When you apply for a credit card it is important to understand the deal your getting with that new card. As your credit improves over time you will usually get the better deals but lets go over a few things you should understand.
Annual fee
This is a flat yearly charge similar to a membership fee. The fee could be $40, $50 or even more. Many credit cards that are offered to those with bad credit or no credit will have this annual fee. Of course no one really likes paying this annual fee but it should not be a big problem if you are just starting out and trying to establish your credit. Soon enough you will be able to get the credit cards with no annual fees! A tip you might want to remember is that after being a customer for a while you can call the credit card company and ask them to waive this fee. Some will since they would rather keep you as a customer than lose you as a customer.
Monthly Participation Fee
This fee is usually a $5 or so fee that is charged to you every month. Again, this is usually offered to those with a shady past credit history. It is another method to rebuild your credit history.
Finance charge
The dollar amount you pay to use credit
Besides interest costs, this may include other charges such as cash-advance fees, which are charged against your card when you borrow cash from the lender. (You generally pay higher interest on cash advances than on purchases -- check your latest bill to find out what you're paying for this service!)
Grace period
A time period, usually about 25 days, during which you can pay your credit-card bill without paying a finance charge
Under almost all credit-card plans, the grace period only applies if you pay your balance in full each month. It does not apply if you carry a balance forward. Also, the grace period does not apply to cash advances.

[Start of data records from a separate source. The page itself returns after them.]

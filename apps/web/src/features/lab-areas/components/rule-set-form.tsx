import { useState } from 'react';
import { LIQUID_CLASSES } from '@lotwise/chem';
import {
  containerMaterialLabels,
  containerMaterials,
  floorAreaUnits,
  ruleSetCreateSchema,
  ruleSetKindLabels,
  volumeUnits,
  type FloorAreaUnit,
  type RuleSetCreate,
  type VolumeUnit,
} from '@lotwise/shared';
import { floorAreaUnitLabels } from '../../../components/room-rules/lab-unit-classes';
import { Button } from '../../../components/ui/button';
import { Field, fieldMessage } from '../../../components/ui/field';
import { Checkbox, Input, Select, Textarea } from '../../../components/ui/input';
import { Notice } from '../../../components/ui/notice';
import { TableScroll } from '../../../components/ui/table-scroll';
import { isApiError } from '../../../lib/api-client';
import { dataFrom, textsOf, type FigureTexts, type RuleSetData } from './rule-set-data';

type Errors = Record<string, string | undefined>;

export interface RuleSetFormValues {
  name: string;
  source: string;
  edition: string;
  reference: string;
  notes: string;
}

/** A number box in a table cell, named for screen readers by its row and column. */
function Cell({
  label,
  value,
  error,
  onChange,
}: {
  label: string;
  value: string;
  error?: string;
  onChange: (value: string) => void;
}) {
  return (
    <td className="py-1 pr-2 align-top">
      <Input
        aria-label={label}
        aria-invalid={error ? true : undefined}
        title={error}
        inputMode="decimal"
        className="w-24 text-right tabular-nums"
        value={value}
        onChange={(e) => onChange(e.target.value)}
      />
      {error && <p className="mt-0.5 max-w-24 text-xs text-danger-700">{error}</p>}
    </td>
  );
}
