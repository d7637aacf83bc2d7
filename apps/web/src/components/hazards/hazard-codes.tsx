import { hazardStatementTexts, type GhsCode } from '@lotwise/shared';
import { TapHint } from '../ui/tap-hint';
import { PictogramList } from './pictogram-badge';

/** Pictograms and H-statement codes in little room (tables, headers); texts on a tap or hover. */
export function HazardCodes({
  pictograms,
  statements,
}: {
  pictograms: readonly GhsCode[];
  statements: readonly string[];
}) {
  return (
    <div className="flex max-w-72 min-w-40 flex-col gap-1">
      <PictogramList codes={pictograms} />
      {statements.length > 0 && (
        <p className="text-xs text-ink-600 tabular-nums">
          {statements.map((code, index) => (
            <span key={code}>
              {index > 0 && ' '}
              <TapHint
                hint={`${code} ${hazardStatementTexts[code] ?? 'text not held in Lotwise — see SDS'}`}
                srText={hazardStatementTexts[code] ?? 'see SDS'}
                className="underline decoration-dotted underline-offset-2"
              >
                {code}
              </TapHint>
            </span>
          ))}
        </p>
      )}
    </div>
  );
}
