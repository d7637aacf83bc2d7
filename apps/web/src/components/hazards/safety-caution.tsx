import { safetyDeferral } from '@lotwise/shared';
import { ShieldAlert } from 'lucide-react';
import { cn } from '../../lib/cn';

/** The line shown wherever hazards appear: Lotwise reminds, it never approves. */
export function SafetyCaution({ className, compact }: { className?: string; compact?: boolean }) {
  return (
    <p
      className={cn(
        'flex items-start gap-2 text-ink-700',
        compact ? 'text-xs' : 'rounded-md border border-warn-200 bg-warn-50 px-3 py-2 text-sm',
        className,
      )}
    >
      <ShieldAlert
        aria-hidden="true"
        className={cn('shrink-0 text-warn-700', compact ? 'mt-px size-3.5' : 'mt-0.5 size-4')}
      />
      <span>{safetyDeferral}</span>
    </p>
  );
}
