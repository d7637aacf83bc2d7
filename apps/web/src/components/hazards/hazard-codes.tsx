import { hazardStatementTexts, type GhsCode } from '@lotwise/shared';
import { PictogramList } from './pictogram-badge';

/** Pictograms and H-statement codes in little room (tables, headers); texts on hover. */
export function HazardCodes({
  pictograms,
  statements,
}: {
  pictograms: readonly GhsCode[];
  statements: readonly string[];
}) {
  return (
    <div className="flex max-w-72 min-w-40 flex-col gap-1">
      <PictogramList codes={pictograms} />
      {statements.length > 0 && (
        <p className="text-xs text-ink-600 tabular-nums">
          {statements.map((code, index) => (
            <span key={code}>
              {index > 0 && ' '}
              <abbr title={hazardStatementTexts[code] ?? 'See SDS'} className="no-underline">
                {code}
              </abbr>
            </span>
          ))}
        </p>
      )}
    </div>
  );
}
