import type { Location } from '@lotwise/shared';
import { ConfirmDialog } from '../../../components/ui/dialog';
import { Notice } from '../../../components/ui/notice';
import { errorMessage } from '../../../lib/api-client';
import { useDeleteLocation } from '../api';

/** Removes an empty place; the server refuses (409) while it still holds places or containers. */
export function DeleteLocationDialog({
  location,
  onClose,
  onDeleted,
}: {
  location: Location;
  onClose: () => void;
  onDeleted?: () => void;
}) {
  const remove = useDeleteLocation();
  return (
    <ConfirmDialog
      open
      title={`Delete ${location.name}?`}
      confirmLabel="Delete place"
      busy={remove.isPending}
      onConfirm={() =>
        remove.mutate(location.id, {
          onSuccess: () => {
            onDeleted?.();
            onClose();
          },
        })
      }
      onCancel={onClose}
      error={
        remove.isError && (
          <Notice tone="danger" title="Not deleted">
            {errorMessage(remove.error)}
          </Notice>
        )
      }
    >
      <p>
        {location.path} is removed from the list of places. Only an empty place can be deleted: move
        its containers and the places inside it first.
      </p>
    </ConfirmDialog>
  );
}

Annual percentage rate (APR)
The yearly percentage rate of the finance charge
Interest rates on credit-card plans change over time. Some of these adjustments are tied to changes in other interest rates, such as the prime rate or the Treasury Bill rate, and are called variable-rate plans. Others are not explicitly tied to changes in other interest rates and are called fixed-rate plans.
Fixed rate
A fixed annual percentage rate of the finance charge
Variable rate
Prime rate (which varies) plus an added percentage (For example, your rate may be PR + 3.9 percent.)
Introductory rate
A temporary, lower APR that usually lasts for about six months before converting to the normal fixed or variable rate (This is a hot topic -- more about it later.)
Experts say that if you're smart, you'll do the same kind of comparison shopping for a credit card that you do when you're looking for a mortgage or a car loan. This is a good idea because the choices you make can save you money. It is true that you will not get the best deals when starting out but as your credit gets more better and better look for those better deals out there.